## Exercise objective
Report the count of lines in the entries below that contain "Readonly", and leave out everything else.

Material for this exercise START

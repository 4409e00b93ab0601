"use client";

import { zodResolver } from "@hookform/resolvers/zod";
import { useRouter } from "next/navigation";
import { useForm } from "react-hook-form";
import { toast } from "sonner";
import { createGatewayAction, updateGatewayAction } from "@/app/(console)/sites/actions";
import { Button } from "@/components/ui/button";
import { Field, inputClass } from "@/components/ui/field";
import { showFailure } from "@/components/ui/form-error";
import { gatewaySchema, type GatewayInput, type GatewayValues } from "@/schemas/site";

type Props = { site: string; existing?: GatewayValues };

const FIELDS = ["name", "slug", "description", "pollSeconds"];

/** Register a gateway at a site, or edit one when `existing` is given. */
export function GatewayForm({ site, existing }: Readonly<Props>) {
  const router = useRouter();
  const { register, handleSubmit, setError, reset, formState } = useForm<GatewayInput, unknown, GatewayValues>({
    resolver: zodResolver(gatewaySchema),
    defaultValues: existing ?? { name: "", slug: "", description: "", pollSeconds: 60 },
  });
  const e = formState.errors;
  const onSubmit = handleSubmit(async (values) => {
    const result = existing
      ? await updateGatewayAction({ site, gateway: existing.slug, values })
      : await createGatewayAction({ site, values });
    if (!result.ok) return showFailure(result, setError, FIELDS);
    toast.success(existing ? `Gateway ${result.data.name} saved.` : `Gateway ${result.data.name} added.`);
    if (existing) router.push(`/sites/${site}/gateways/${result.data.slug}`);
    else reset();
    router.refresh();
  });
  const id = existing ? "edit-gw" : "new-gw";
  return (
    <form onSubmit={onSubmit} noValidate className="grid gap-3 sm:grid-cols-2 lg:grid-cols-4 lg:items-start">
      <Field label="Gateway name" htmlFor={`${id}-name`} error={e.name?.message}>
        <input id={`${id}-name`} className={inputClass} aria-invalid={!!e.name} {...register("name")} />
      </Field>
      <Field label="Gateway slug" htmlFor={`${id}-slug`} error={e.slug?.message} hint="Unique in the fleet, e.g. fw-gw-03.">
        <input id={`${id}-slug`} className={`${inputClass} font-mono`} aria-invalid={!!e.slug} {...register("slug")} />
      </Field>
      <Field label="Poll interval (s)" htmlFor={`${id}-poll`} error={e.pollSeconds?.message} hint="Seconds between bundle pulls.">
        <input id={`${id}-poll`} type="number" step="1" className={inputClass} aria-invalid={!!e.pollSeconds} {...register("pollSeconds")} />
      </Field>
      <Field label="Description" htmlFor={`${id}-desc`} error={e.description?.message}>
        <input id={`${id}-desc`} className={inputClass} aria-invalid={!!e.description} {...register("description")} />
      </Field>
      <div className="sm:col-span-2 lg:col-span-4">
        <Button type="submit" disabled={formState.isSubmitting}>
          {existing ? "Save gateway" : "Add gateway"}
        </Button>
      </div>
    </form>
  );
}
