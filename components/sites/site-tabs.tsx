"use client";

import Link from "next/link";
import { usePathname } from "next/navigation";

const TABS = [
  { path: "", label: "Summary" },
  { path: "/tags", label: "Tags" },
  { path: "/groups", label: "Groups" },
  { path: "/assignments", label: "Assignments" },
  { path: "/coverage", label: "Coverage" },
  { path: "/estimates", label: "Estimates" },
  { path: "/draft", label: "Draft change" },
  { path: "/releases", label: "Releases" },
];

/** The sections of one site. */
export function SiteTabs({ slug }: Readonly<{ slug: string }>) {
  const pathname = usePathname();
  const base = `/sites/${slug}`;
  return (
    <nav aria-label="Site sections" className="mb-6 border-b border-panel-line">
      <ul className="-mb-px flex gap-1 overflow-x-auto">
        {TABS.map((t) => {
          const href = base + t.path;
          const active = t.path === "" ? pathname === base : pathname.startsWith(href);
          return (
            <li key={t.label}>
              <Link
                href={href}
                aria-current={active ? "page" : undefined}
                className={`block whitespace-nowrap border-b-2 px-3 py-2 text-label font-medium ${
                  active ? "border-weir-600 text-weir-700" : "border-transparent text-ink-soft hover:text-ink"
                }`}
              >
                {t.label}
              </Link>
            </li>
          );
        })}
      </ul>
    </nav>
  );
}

Material for this exercise END

## Problem solution
2